Once the line with "var problems problem.List" is found in the entries below, repeat that line and every one after it exactly, ending at the last.

(Dataset entries)
------------
package main

import (
	"fmt"
	"sort"
	"strings"

	"plumbrule/engine/formula"
	"plumbrule/engine/law"
	"plumbrule/engine/problem"
	"plumbrule/functions"
)

// line is a formula that stands alone on one line.
type line struct{}

// SpanOf gives the place of a stretch of plain text.
func (line) SpanOf(offset, length int) problem.Span {
	return problem.Span{Line: 1, Column: offset + 1, Length: length}
}

// literal is a number of a formula, with its unit.
type literal struct {
	from, to int
	value    string
	unit     string
}

// columnSheet derives every row from its formula with the numbers turned into
// knowns, so that a run computes it in columns instead of folding it away.
func columnSheet(table []*row) string {
	var b strings.Builder
	for i, r := range table {
		text := r.formula
		literals := literalsOf(text)
		sort.Slice(literals, func(a, b int) bool { return literals[a].from > literals[b].from })
		for k, l := range literals {
			name := fmt.Sprintf("number_%d_%d", i, k)
			fmt.Fprintf(&b, "known %s [%s] = %s\n", name, l.unit, l.value)
			text = text[:l.from] + name + text[l.to:]
		}
		fmt.Fprintf(&b, "derive row_%d [%s] = %s\n", i, r.unit, text)
	}
	return b.String()
}

// literalsOf finds the numbers of a formula that may vary: not exponents,
// not the items of lists, and not what a list's length hangs on.
func literalsOf(text string) []literal {
	var problems problem.List
	e := formula.Parse(text, line{}, &problems)
	if e == nil {
		return nil
	}
	var found []literal
	var visit func(e *formula.Expression)
	visit = func(e *formula.Expression) {
		switch {
		case e.Form == formula.List:
			return
		case e.Form == formula.Number:
			found = append(found, place(text, e, "1"))
			return
		case e.Form == formula.WithUnit && e.Parts[0].Form == formula.Number:
			found = append(found, place(text, e, e.Unit.Text()))
			return
		case e.Form == formula.Unary && e.Word == "-" && e.Parts[0].Form == formula.WithUnit && e.Parts[0].Parts[0].Form == formula.Number:
			// A sign on a temperature scale belongs to the number.
			l := place(text, e.Parts[0], e.Parts[0].Unit.Text())
			l.from, l.value = e.Span.Column-1, "-"+l.value
			found = append(found, l)
			return
		case e.Form == formula.Binary && e.Word == "^":
			visit(e.Parts[0])
			return
		}
		for _, part := range e.Parts {
			visit(part)
		}
		if l := functions.All().Law(e.Word); e.Form == formula.Call && l != nil && l.Result.Type == law.List {
			return // its options tell how many items there are
		}
		for _, option := range e.Options {
			visit(option.Value)
		}
	}
	visit(e)
	return found
}

func place(text string, e *formula.Expression, unit string) literal {
	from, to := e.Span.Column-1, e.Span.Column-1+e.Span.Length
	value, _, _ := strings.Cut(text[from:to], "[")
	return literal{from: from, to: to, value: strings.TrimSpace(value), unit: unit}
}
------------
#### Result of the exercise:
	var problems problem.List
	e := formula.Parse(text, line{}, &problems)
	if e == nil {
		return nil
	}
	var found []literal
	var visit func(e *formula.Expression)
	visit = func(e *formula.Expression) {
		switch {
		case e.Form == formula.List:
			return
		case e.Form == formula.Number:
			found = append(found, place(text, e, "1"))
			return
		case e.Form == formula.WithUnit && e.Parts[0].Form == formula.Number:
			found = append(found, place(text, e, e.Unit.Text()))
			return
		case e.Form == formula.Unary && e.Word == "-" && e.Parts[0].Form == formula.WithUnit && e.Parts[0].Parts[0].Form == formula.Number:
			// A sign on a temperature scale belongs to the number.
			l := place(text, e.Parts[0], e.Parts[0].Unit.Text())
			l.from, l.value = e.Span.Column-1, "-"+l.value
			found = append(found, l)
			return
		case e.Form == formula.Binary && e.Word == "^":
			visit(e.Parts[0])
			return
		}
		for _, part := range e.Parts {
			visit(part)
		}
		if l := functions.All().Law(e.Word); e.Form == formula.Call && l != nil && l.Result.Type == law.List {
			return // its options tell how many items there are
		}
		for _, option := range e.Options {
			visit(option.Value)
		}
	}
	visit(e)
	return found
}

func place(text string, e *formula.Expression, unit string) literal {
	from, to := e.Span.Column-1, e.Span.Column-1+e.Span.Length
	value, _, _ := strings.Cut(text[from:to], "[")
	return literal{from: from, to: to, value: strings.TrimSpace(value), unit: unit}
}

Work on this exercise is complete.